### EXERCISE REQUIREMENTS
From the data below, repeat exactly the lines from the line with "if ((riff !== 'RIFF'" to the line with "let dataOffset = -1;", both included.

+--

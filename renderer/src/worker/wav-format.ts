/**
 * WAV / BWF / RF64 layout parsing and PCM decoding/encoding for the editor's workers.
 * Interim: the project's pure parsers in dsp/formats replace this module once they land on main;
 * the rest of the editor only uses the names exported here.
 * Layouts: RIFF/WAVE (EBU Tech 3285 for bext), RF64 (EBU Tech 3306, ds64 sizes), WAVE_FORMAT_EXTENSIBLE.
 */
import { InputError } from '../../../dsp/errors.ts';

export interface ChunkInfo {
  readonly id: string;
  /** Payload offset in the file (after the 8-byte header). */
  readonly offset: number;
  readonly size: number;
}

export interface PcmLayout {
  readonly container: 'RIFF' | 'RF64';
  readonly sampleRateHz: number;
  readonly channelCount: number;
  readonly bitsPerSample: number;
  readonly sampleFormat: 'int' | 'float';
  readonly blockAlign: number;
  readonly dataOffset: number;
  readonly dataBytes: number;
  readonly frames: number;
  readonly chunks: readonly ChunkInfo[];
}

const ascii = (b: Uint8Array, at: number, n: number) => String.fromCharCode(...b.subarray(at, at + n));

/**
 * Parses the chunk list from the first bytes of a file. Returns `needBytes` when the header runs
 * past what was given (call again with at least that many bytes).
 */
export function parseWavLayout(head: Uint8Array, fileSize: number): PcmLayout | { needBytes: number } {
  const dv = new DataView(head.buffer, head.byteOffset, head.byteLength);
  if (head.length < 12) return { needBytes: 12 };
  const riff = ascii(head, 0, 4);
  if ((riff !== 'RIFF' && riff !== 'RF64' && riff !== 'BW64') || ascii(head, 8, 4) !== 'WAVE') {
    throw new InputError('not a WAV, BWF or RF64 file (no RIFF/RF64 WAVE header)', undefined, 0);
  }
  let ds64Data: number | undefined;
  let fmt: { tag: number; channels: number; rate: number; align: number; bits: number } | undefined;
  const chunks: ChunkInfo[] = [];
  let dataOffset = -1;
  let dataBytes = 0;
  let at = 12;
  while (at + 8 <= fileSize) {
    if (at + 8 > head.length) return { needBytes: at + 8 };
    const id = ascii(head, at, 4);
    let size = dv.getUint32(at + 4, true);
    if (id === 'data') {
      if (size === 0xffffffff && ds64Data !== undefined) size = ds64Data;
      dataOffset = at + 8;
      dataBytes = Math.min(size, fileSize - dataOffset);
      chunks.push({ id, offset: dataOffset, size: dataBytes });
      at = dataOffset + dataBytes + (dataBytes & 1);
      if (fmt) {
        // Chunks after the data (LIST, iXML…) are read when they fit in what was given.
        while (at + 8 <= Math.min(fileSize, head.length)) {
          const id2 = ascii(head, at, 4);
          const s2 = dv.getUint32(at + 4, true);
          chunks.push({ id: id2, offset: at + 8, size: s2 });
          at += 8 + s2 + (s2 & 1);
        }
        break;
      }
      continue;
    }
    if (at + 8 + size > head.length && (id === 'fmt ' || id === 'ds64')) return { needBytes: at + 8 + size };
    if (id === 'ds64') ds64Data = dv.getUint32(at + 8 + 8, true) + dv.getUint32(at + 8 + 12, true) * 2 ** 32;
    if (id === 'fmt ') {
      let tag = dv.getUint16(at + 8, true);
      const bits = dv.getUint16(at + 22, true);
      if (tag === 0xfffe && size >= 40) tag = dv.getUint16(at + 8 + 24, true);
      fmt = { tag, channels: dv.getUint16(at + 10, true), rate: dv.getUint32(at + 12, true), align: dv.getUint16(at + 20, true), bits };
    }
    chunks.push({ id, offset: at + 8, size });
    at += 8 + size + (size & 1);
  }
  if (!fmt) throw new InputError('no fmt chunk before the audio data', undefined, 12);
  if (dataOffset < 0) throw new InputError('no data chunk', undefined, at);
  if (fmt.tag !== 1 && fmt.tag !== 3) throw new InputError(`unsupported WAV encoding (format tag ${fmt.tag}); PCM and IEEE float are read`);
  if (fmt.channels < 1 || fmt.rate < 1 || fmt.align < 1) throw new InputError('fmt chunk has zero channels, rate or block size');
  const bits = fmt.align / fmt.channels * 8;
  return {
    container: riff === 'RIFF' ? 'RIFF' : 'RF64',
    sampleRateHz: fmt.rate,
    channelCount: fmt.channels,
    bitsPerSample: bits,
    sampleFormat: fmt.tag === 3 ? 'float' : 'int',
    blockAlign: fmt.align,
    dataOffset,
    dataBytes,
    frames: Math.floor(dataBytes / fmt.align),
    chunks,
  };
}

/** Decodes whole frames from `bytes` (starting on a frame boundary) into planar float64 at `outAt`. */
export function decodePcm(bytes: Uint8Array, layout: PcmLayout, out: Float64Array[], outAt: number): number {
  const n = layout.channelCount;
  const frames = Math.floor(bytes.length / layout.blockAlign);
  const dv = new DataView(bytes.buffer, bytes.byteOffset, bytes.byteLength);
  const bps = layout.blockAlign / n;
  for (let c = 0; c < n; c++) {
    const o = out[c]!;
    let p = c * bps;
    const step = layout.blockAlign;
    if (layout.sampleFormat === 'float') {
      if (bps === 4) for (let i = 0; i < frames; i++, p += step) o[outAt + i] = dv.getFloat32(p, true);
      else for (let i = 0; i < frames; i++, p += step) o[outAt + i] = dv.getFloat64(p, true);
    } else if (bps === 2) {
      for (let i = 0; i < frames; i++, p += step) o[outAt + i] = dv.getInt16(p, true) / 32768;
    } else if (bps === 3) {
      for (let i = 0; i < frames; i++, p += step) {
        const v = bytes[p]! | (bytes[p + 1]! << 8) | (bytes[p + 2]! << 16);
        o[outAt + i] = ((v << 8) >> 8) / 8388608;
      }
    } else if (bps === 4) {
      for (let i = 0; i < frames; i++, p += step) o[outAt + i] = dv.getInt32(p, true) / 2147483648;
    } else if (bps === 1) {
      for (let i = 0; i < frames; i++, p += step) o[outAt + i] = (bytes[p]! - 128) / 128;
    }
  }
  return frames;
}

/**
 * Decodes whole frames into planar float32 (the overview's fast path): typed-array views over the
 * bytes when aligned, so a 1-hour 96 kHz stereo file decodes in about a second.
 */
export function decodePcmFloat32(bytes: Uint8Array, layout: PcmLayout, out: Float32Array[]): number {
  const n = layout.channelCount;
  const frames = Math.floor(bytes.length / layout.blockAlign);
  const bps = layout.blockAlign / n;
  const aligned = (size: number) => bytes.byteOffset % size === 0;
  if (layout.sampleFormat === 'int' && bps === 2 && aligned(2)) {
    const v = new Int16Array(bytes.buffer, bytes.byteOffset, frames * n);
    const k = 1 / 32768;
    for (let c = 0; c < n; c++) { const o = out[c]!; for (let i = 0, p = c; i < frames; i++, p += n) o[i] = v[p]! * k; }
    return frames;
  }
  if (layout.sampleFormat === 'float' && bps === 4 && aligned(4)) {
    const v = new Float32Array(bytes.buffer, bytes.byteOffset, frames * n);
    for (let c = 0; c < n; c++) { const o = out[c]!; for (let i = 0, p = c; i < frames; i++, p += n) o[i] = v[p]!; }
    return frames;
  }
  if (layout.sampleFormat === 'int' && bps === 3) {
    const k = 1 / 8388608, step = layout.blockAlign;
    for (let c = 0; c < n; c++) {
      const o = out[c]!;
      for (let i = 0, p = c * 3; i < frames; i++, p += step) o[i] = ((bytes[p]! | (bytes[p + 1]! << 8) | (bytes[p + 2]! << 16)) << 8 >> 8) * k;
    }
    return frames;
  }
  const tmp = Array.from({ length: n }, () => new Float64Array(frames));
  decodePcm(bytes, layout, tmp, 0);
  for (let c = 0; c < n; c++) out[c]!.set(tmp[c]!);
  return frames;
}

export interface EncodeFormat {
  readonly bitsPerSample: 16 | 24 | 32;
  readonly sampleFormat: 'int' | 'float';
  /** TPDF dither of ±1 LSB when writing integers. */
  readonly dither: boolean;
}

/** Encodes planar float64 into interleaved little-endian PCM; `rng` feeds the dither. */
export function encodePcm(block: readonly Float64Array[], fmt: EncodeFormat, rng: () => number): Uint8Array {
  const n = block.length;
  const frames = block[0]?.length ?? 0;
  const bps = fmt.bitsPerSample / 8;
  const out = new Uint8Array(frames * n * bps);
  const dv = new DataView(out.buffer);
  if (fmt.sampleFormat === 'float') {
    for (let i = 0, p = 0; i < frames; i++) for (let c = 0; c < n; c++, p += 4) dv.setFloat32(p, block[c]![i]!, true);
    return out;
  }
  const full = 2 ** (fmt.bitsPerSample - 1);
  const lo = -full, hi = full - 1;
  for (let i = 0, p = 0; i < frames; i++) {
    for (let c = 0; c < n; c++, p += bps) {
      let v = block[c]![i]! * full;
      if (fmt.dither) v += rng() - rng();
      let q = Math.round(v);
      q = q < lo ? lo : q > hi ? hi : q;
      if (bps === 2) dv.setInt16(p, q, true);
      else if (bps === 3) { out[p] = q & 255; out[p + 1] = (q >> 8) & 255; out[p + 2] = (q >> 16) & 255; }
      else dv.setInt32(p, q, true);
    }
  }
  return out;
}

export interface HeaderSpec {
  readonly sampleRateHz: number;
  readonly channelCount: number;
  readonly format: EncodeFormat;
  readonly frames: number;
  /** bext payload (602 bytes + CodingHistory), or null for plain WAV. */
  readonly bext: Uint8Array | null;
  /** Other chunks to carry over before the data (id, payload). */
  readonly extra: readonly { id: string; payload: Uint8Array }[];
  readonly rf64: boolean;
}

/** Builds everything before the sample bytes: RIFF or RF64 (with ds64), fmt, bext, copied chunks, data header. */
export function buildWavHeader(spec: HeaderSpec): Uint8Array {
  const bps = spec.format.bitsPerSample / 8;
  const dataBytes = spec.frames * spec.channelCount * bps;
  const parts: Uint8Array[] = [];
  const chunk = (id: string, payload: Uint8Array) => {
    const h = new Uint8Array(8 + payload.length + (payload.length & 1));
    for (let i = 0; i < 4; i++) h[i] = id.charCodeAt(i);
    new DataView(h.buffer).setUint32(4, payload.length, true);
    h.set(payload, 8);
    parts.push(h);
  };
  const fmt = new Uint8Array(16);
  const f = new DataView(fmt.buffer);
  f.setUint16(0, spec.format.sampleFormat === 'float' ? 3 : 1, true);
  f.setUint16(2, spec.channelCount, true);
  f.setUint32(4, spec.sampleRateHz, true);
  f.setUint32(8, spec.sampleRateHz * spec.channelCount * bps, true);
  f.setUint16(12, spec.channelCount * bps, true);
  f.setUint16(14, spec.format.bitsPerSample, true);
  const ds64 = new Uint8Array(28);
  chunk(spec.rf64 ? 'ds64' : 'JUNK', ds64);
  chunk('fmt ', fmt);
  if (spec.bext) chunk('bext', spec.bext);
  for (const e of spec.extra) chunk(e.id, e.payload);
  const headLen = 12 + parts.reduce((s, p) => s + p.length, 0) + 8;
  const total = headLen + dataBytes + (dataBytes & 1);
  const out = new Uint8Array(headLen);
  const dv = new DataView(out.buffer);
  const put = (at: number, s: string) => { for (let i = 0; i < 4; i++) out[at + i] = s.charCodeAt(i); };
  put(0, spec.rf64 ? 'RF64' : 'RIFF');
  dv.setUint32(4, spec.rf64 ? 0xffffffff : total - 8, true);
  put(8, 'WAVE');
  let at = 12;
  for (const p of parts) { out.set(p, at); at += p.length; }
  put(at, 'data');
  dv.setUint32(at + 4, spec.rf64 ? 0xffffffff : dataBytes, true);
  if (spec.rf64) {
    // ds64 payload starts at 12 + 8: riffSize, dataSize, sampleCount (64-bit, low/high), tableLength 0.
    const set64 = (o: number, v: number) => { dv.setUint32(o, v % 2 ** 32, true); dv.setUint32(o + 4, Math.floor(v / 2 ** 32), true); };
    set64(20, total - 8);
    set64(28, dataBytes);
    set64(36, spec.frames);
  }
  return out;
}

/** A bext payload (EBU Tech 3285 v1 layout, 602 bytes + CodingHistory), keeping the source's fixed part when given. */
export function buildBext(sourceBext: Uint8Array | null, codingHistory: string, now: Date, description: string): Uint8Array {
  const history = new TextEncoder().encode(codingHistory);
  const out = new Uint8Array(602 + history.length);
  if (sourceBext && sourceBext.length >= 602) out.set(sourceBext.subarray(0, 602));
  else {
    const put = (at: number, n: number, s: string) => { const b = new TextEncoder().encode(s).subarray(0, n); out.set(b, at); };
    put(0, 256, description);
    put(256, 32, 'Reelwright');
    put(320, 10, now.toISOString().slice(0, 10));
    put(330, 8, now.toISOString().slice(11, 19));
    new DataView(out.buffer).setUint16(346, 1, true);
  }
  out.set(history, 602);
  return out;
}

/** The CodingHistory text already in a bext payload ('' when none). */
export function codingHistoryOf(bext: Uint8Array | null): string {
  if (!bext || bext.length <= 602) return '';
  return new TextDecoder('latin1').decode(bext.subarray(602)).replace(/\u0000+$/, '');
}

+--

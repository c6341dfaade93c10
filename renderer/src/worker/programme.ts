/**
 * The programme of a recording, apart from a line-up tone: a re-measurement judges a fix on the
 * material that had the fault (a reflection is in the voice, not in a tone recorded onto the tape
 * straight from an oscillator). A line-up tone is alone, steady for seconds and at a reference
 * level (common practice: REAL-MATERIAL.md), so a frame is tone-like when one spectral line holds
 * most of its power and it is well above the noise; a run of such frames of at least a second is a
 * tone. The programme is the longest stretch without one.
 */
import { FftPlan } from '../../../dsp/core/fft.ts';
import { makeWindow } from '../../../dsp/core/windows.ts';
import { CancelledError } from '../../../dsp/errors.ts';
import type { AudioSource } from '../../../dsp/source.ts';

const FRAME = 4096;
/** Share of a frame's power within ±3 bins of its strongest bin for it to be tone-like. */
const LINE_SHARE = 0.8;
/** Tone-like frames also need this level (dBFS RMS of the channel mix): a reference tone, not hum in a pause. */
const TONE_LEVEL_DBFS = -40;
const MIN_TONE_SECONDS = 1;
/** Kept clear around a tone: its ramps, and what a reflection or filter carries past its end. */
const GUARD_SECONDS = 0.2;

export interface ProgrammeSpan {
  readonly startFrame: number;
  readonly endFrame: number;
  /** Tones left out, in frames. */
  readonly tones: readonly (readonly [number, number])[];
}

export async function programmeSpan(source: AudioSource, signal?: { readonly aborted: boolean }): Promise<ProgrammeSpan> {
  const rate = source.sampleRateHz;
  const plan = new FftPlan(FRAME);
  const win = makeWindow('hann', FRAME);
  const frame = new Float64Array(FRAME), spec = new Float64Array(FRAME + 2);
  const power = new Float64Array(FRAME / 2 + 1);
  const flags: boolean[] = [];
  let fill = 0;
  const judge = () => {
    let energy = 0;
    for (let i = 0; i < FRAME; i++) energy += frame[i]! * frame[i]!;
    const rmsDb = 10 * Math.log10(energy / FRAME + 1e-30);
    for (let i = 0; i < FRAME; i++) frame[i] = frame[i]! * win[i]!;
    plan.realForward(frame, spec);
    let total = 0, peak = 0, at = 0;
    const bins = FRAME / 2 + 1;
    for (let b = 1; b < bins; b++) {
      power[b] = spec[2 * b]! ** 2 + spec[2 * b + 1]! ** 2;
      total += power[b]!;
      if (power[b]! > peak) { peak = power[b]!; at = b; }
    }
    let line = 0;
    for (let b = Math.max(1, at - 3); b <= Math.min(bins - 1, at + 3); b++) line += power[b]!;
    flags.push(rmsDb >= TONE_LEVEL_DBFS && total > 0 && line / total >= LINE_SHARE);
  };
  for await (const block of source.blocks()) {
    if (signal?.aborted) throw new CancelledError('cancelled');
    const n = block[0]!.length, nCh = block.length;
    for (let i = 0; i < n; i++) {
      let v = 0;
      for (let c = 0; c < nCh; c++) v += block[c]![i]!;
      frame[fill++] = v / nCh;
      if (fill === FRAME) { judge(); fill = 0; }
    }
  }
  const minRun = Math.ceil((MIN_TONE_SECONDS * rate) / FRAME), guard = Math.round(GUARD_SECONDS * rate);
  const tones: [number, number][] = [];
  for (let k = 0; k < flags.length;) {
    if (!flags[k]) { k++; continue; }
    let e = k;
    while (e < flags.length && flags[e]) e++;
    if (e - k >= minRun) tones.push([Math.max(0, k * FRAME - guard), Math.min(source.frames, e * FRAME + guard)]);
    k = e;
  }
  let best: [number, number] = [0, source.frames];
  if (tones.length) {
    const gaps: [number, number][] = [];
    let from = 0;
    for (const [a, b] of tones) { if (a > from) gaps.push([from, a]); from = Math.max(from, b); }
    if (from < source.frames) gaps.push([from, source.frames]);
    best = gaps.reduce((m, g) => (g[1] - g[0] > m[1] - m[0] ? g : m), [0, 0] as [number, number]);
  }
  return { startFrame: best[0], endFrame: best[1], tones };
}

+--

### REPLY
  if ((riff !== 'RIFF' && riff !== 'RF64' && riff !== 'BW64') || ascii(head, 8, 4) !== 'WAVE') {
    throw new InputError('not a WAV, BWF or RF64 file (no RIFF/RF64 WAVE header)', undefined, 0);
  }
  let ds64Data: number | undefined;
  let fmt: { tag: number; channels: number; rate: number; align: number; bits: number } | undefined;
  const chunks: ChunkInfo[] = [];
  let dataOffset = -1;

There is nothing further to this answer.